They may, however, be missing the larger story, as Vodafone turns to the developing world for long-term growth in its mobile voice business.
After Vodafone's share price dropped 11 percent on the announcement of the company's first-half results on Nov. 15, Sarin hit the road to convince investors and analysts that the company's strategy for growth is sound, if not spectacular. (See Vodafone Suffers in Japan.) To offset slow growth in its core, mature market, Sarin says, the company will look at Telsim-like acquisitions in the developing world, including Asia, Africa, and Eastern Europe.
Earlier this fall, Vodafone purchased 10 percent of India's largest mobile operator. (See Vodafone Buys Bharti Stake.)
The developing world isn't the only element to bottom-line growth; in recent weeks the operator has unveiled advanced services to appeal to consumer and business users alike. (See Vodafone Launches Mobile TV and Vodafone Offers Email.)

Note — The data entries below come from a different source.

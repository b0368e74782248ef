import type { TrackSet } from "@/core/strips/track-set";
import type { Network, Traversals } from "@/core/types";

/** One leg of one junction with one movement through it. */
export function networkOf(storageM: number): Network {
  const line = Float64Array.of(0, 0, 0, -300);
  return {
    driveSide: "right",
    junctions: [{ id: "J", lat: 0, lon: 0 }],
    legs: [
      {
        id: "L", junction: 0, name: "south", bearingDeg: 0, line, lengthM: 300, upstreamExit: -1, storageM, freeSpeedMs: 13, speedLimitMs: NaN,
        origin: "given", stopLineOrigin: "given", locked: false, support: 1, doubts: [],
      },
    ],
    exits: [{ id: "E", junction: 0, bearingDeg: 0, line, lengthM: 300, support: 1 }],
    movements: [
      { id: "L>E", leg: 0, exit: 0, turnDeg: 0, turn: "through", referenceS: 0, referenceSource: "unstopped", referenceN: 1, cordonUpM: 250, cordonDownM: 60 },
    ],
  };
}

/** The same tracks as the core's traversals, midnight being 0 ms UTC. */
export function traversalsOf(set: TrackSet): Traversals {
  const n = set.tracks;
  const starts = Array.from({ length: n }, (_, i) => set.tS[set.offset[i]]);
  const passed = starts.map((_, i) => {
    let p = set.offset[i];
    while (set.sM[p] > -15) p++;
    return set.tS[p];
  });
  return {
    length: n,
    movement: new Uint32Array(n),
    vehicle: Uint32Array.from(starts, (_, i) => i),
    enterMs: Float64Array.from(starts, (s) => s * 1000),
    stopLineMs: Float64Array.from(passed, (s) => s * 1000),
    exitMs: Float64Array.from(starts, (_, i) => set.tS[set.offset[i + 1] - 1] * 1000),
    delayS: new Float32Array(n),
    stops: new Uint8Array(n),
    stoppedS: new Float32Array(n),
    farthestStopM: new Float32Array(n).fill(NaN),
    flags: new Uint8Array(n),
    trackOffset: set.offset,
    trackT: set.tS.map((t, p) => t - starts[trackOf(set, p)]),
    trackS: set.sM,
  };
}

function trackOf(set: TrackSet, point: number): number {
  let track = 0;
  while (set.offset[track + 1] <= point) track++;
  return track;
}
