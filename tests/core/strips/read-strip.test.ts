import { describe, expect, it } from "vitest";
import { addTracks } from "@/core/strips/add-tracks";
import { reachOfDays, spillShare } from "@/core/strips/reach-of-days";
import { congestedReaches, delayByRow, spillShareOfCells, stripDelayS } from "@/core/strips/read-strip";
import { createStrip, specOfWindow } from "@/core/strips/strip";
import { driveStreet, setOf, sum } from "./support";

const street = { lengthM: 250, freeMs: 13, cycleS: 90, greenS: 30, headwayS: 5, vehicles: 200 };
const REFERENCE_S = 310 / 13;

describe("delay read off a strip", () => {
  it("equals the mean over traversals, for rectangles and for leaning cells", () => {
    const tracks = driveStreet(street);
    const delays = tracks.map(({ points }) => {
      // The last half second overshoots the exit cordon at -60 m.
      const [tBefore, sBefore] = points[points.length - 2];
      const [tAfter, sAfter] = points[points.length - 1];
      const exit = tBefore + ((sBefore + 60) / (sBefore - sAfter)) * (tAfter - tBefore);
      return exit - points[0][0] - REFERENCE_S;
    });
    const mean = sum(delays) / delays.length;
    expect(mean).toBeGreaterThan(20);
    for (const waveMs of [Infinity, 10 / 3.6, 15 / 3.6, 20 / 3.6]) {
      const strip = createStrip(specOfWindow({ fromS: 0, toS: 5400, bottomM: -60, topM: 250.001 }, 120, 10, waveMs));
      addTracks(strip, setOf(tracks));
      expect(stripDelayS(strip, 1 / 13, tracks.length)).toBeCloseTo(mean, 3);
    }
  });

  it("says where it arises: all of it upstream of the stop line, most of it near", () => {
    const tracks = driveStreet(street);
    const strip = createStrip(specOfWindow({ fromS: 0, toS: 5400, bottomM: -60, topM: 250.001 }, 120, 10));
    addTracks(strip, setOf(tracks));
    const byRow = delayByRow(strip, 1 / 13);
    expect(sum(byRow.subarray(0, 6))).toBeCloseTo(0, 1);
    expect(byRow[6]).toBeGreaterThan(byRow[20]);
    expect(sum(byRow)).toBeCloseTo(stripDelayS(strip, 1 / 13, tracks.length), 2);
  });

  it("says nothing without vehicles", () => {
    const strip = createStrip(specOfWindow({ fromS: 0, toS: 60, bottomM: 0, topM: 50 }, 60, 10));
    expect(stripDelayS(strip, 0.1, 0)).toBeNaN();
    expect([...delayByRow(strip, 0.1)]).toEqual([NaN, NaN, NaN, NaN, NaN]);
  });

  it("finds 30 s for one vehicle that stands 30 s, all in the row where it stood", () => {
    const strip = createStrip(specOfWindow({ fromS: 0, toS: 120, bottomM: 0, topM: 50 }, 60, 10));
    addTracks(strip, setOf([{ points: [[10, 50], [12, 30], [42, 30], [45, 0]] }]));
    expect(stripDelayS(strip, 0.1, 1)).toBeCloseTo(30, 6);
    expect(Array.from(delayByRow(strip, 0.1), (d) => Math.round(d) + 0)).toEqual([0, 0, 0, 30, 0]);
  });
});

describe("spillback read off the cells", () => {
  it("follows congested cells from the stop line and jumps only gaps below 80 m", () => {
    const strip = createStrip(specOfWindow({ fromS: 0, toS: 120, bottomM: 0, topM: 300 }, 60, 10));
    // Column 0: standing at 15 and 85 m, and at 285 m. Column 1: one vehicle drives freely.
    addTracks(strip, setOf([15, 85, 285].map((s) => ({ points: [[0, s], [20, s]] }))));
    addTracks(strip, setOf([{ points: [[65, 200], [80, 0]] }]));
    expect([...congestedReaches(strip)]).toEqual([85, 0]);
    expect(spillShareOfCells(strip, 90)).toBe(0.5);
    expect(spillShareOfCells(strip, 120)).toBe(0);
    expect(spillShareOfCells(strip, NaN)).toBeNaN();
  });

  it("agrees with the standing column of the same vehicles", () => {
    const set = setOf(driveStreet({ ...street, lengthM: 260 }));
    const strip = createStrip(specOfWindow({ fromS: 0, toS: 1800, bottomM: 0, topM: 200 }, 10, 10));
    addTracks(strip, set);
    const cells = spillShareOfCells(strip, 200);
    const column = spillShare(reachOfDays(set, 0, 1800, 200), 200);
    expect(cells).toBeGreaterThan(0.1);
    expect(Math.abs(cells - column)).toBeLessThan(0.03);
  });
});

With an eye on emerging economies, Vodafone earlier this year commissioned a London School of Business study that, according to an article in the current issue of Developments magazine, delivered some interesting facts about mobile telephony in developing countries:
- An increase of 10 mobile phones per 100 people boosts GDP growth in the developing world by 0.6 percent a year.

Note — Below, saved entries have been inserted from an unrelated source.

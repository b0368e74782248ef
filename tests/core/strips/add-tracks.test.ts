import fc from "fast-check";
import { describe, expect, it } from "vitest";
import { addTracks } from "@/core/strips/add-tracks";
import { createStrip, speedsOf, specOfWindow, type StripSpec } from "@/core/strips/strip";
import { setOf, sum, type ToyTrack } from "./support";

/*
 * Edie's definitions on three toy trajectories, worked by hand in the literature's frame (x grows with the
 * travel). Here s stands for x, so vehicles drive away from s = 0 and distances come out negative; a backward
 * wave runs towards smaller x. The mirrored ones, s = 100 - x, are in our own frame.
 */
const TOY: ToyTrack[] = [
  { day: 1, points: [[5, -50], [30, 200]] },
  { day: 1, points: [[0, 50], [30, 50], [60, 200]] },
  { day: 2, points: [[45, -50], [70, 200]] },
];
/** The same with s falling along the travel: s = 100 - x. */
const MIRRORED: ToyTrack[] = TOY.map((track) => ({ ...track, points: track.points.map(([t, x]): [number, number] => [t, 100 - x]) }));

const grid = (spec: Partial<StripSpec>) => createStrip({ startS: 0, cellS: 60, columns: 1, bottomM: 0, cellM: 100, rows: 1, waveMs: Infinity, ...spec });

describe("Edie totals", () => {
  it("finds D 250 m, T 60 s, v 15 km/h in the rectangle of 100 m by 60 s", () => {
    const strip = grid({});
    addTracks(strip, setOf(MIRRORED));
    expect(strip.distanceM[0]).toBeCloseTo(250, 9);
    expect(strip.timeS[0]).toBeCloseTo(60, 9);
    expect(speedsOf(strip)[0] * 3.6).toBeCloseTo(15, 5);
    expect((strip.distanceM[0] / 6000) * 3600).toBeCloseTo(150, 9);
    expect((strip.timeS[0] / 6000) * 1000).toBeCloseTo(10, 9);
    expect(strip.vehicles[0]).toBe(3);
    expect(strip.days[0]).toBe(2);
  });

  it("finds D 216.67 m, T 46.67 s, v 16.71 km/h in the parallelogram along a wave of -5 m/s", () => {
    // t' = t - x / -5 = t + (100 - s) / 5 = (t - s / 5) + 20, so t' from 20 to 80 is a start of 0 in our frame.
    const strip = grid({ waveMs: 5 });
    addTracks(strip, setOf(MIRRORED));
    expect(strip.distanceM[0]).toBeCloseTo(216.666667, 4);
    expect(strip.timeS[0]).toBeCloseTo(46.666667, 4);
    expect(speedsOf(strip)[0] * 3.6).toBeCloseTo(16.714286, 4);
  });

  it("counts a vehicle that stands on an edge in the cell that begins there, and only there", () => {
    const strip = grid({ cellS: 20, columns: 3, cellM: 50, rows: 2 });
    addTracks(strip, setOf(TOY));
    expect(Array.from(strip.timeS).map((t) => Math.round(t * 1e6) / 1e6)).toEqual([5, 0, 5, 25, 20, 5]);
    expect(Array.from(strip.distanceM).map((d) => Math.round(0 - d * 1e6) / 1e6)).toEqual([50, 0, 50, 50, 50, 50]);
    expect(sum(strip.timeS)).toBeCloseTo(60, 9);
    expect([...strip.vehicles]).toEqual([1, 0, 1, 2, 1, 1]);
  });

  it("leaves out a vehicle that stands on the far edge", () => {
    const strip = grid({});
    addTracks(strip, setOf([{ points: [[0, 100], [30, 100]] }, { points: [[60, 20], [90, 20]] }]));
    expect(sum(strip.timeS)).toBe(0);
  });

  it("counts only the tracks that are included", () => {
    const strip = grid({});
    addTracks(strip, setOf(MIRRORED), Uint8Array.of(0, 1, 0));
    expect(strip.vehicles[0]).toBe(1);
    expect(strip.timeS[0]).toBeCloseTo(40, 9);
  });
});

describe("conservation", () => {
  const wave = fc.oneof(fc.constant(Infinity), fc.double({ min: 2.7, max: 5.6, noNaN: true }));
  const point = fc.tuple(fc.integer({ min: 0, max: 4000 }), fc.integer({ min: -200, max: 3500 }));
  const tracks = fc.array(fc.array(point, { minLength: 2, maxLength: 30 }), { minLength: 1, maxLength: 8 });
  const toTracks = (raw: [number, number][][]): ToyTrack[] =>
    raw.map((points) => ({ points: points.map(([t, s]): [number, number] => [t / 10, s / 10]).sort((a, b) => a[0] - b[0]) }));

  it("keeps all time and distance of tracks that lie inside, for every wave speed and cell size", () => {
    fc.assert(
      fc.property(tracks, wave, fc.integer({ min: 5, max: 50 }), fc.integer({ min: 5, max: 300 }), (raw, waveMs, cellM, cellS) => {
        const set = setOf(toTracks(raw));
        const spec = specOfWindow({ fromS: 0, toS: 401, bottomM: -21, topM: 351 }, cellS, cellM, waveMs);
        const strip = createStrip(spec);
        addTracks(strip, set);
        let time = 0;
        let distance = 0;
        for (let i = 0; i < set.tracks; i++) {
          const [first, last] = [set.offset[i], set.offset[i + 1] - 1];
          time += set.tS[last] - set.tS[first];
          distance += set.sM[first] - set.sM[last];
        }
        expect(sum(strip.timeS)).toBeCloseTo(time, 6);
        expect(sum(strip.distanceM)).toBeCloseTo(distance, 6);
      }),
      { numRuns: 400 },
    );
  });

  it("keeps exactly the clipped part of tracks that leave the grid", () => {
    fc.assert(
      fc.property(tracks, wave, fc.integer({ min: 1, max: 9 }), fc.integer({ min: 1, max: 9 }), (raw, waveMs, rows, columns) => {
        const set = setOf(toTracks(raw));
        const domain = { startS: 50, bottomM: 40, waveMs };
        const cells = createStrip({ ...domain, cellS: 200 / columns, columns, cellM: 180 / rows, rows });
        const whole = createStrip({ ...domain, cellS: 200, columns: 1, cellM: 180, rows: 1 });
        addTracks(cells, set);
        addTracks(whole, set);
        expect(sum(cells.timeS)).toBeCloseTo(whole.timeS[0], 6);
        expect(sum(cells.distanceM)).toBeCloseTo(whole.distanceM[0], 6);
        expect(whole.timeS[0]).toBeCloseTo(timeInside(set.tS, set.sM, set.offset, waveMs), 3);
      }),
      { numRuns: 400 },
    );
  });
});

/** Time inside the parallelogram of the test above, by cutting each piece at its four sides one after another. */
function timeInside(tS: Float32Array, sM: Float32Array, offset: Uint32Array, waveMs: number): number {
  let total = 0;
  for (let i = 0; i + 1 < offset.length; i++) {
    for (let p = offset[i]; p + 1 < offset[i + 1]; p++) {
      const lead = [tS[p] - sM[p] / waveMs, tS[p + 1] - sM[p + 1] / waveMs];
      const shares = [
        ...crossings(lead[0], lead[1], [50, 250]),
        ...crossings(sM[p], sM[p + 1], [40, 220]),
        0,
        1,
      ].sort((a, b) => a - b);
      for (let k = 0; k + 1 < shares.length; k++) {
        const middle = (shares[k] + shares[k + 1]) / 2;
        const u = lead[0] + middle * (lead[1] - lead[0]);
        const v = sM[p] + middle * (sM[p + 1] - sM[p]);
        if (u >= 50 && u < 250 && v >= 40 && v < 220) total += (shares[k + 1] - shares[k]) * (tS[p + 1] - tS[p]);
      }
    }
  }
  return total;
}

function crossings(from: number, to: number, edges: number[]): number[] {
  return edges.map((edge) => (edge - from) / (to - from)).filter((share) => share > 0 && share < 1);
}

- Between 1995 and 2003, the number of mobile phone users in 55 of the 102 poorer countries in the study surpassed the total fixed-line subscribers.
- In that same period, mobile phone penetration went from 0 to 36 percent in Albania, 0 to 30 percent in Paraguay, 0 to 21 percent in China and 0 to 9 percent in India.
"There are billions of mobile users signing up all over the planet, especially in developing economies," points out Gabriel Brown, chief analyst, Unstrung Insider. "Vodafone needs some of that. The trick is to get the properties where there is potential for growth and reasonable average returns per unit."
With access to fixed-line telephones effectively impossible in many of these countries, and the rate of mobile penetration continuing at rapid paces, many international development experts believe that mobile telephony could help build a ladder out of poverty for many Third World countries. Grameen Bank, for instance, the highly successful "micro-loan" provider in Bangladesh, now has a popular offshoot, Grameen Phone.
According to the Developments article, the United Nations goal of providing 50 percent of the world's population with access to a phone by 2015 has already been achieved -- a decade early -- almost unheard of among ambitious UN development goals. Almost 80 percent of the people in the world now live within range of a mobile network. The actual penetration rate of mobile phones is probably half that -- giving mobile operators years of growth in non-saturated markets.
Recognizing this growth potential, some equipment providers have started finding creative ways to get phones in the hands of people whose monthly income is less than the average price of a handset. Last April, Motorola Inc. (NYSE: MOT) announced a contract to deliver 6 million handsets for under $40, signed with a consortium of mobile phone network operators in small developing countries.
Vodafone, of course, is not entering developing markets to help poor people out of poverty; it is trying to boost its business in the face of disappointing results in its core markets.
"Yes, growth is slowing down a bit, but longer term we still see good growth prospects," Sarin told Fortune in November. "Not double-digit growth like we saw in the year 2000."
If he's looking for more new markets, he might check out Lithuania. The former Soviet republic announced last month it will hold a "beauty contest" to award 3G licenses in the coming months. The only problem: with a little over 3.5 million mobile phone users, Lithuania already has more mobile subscriptions than people.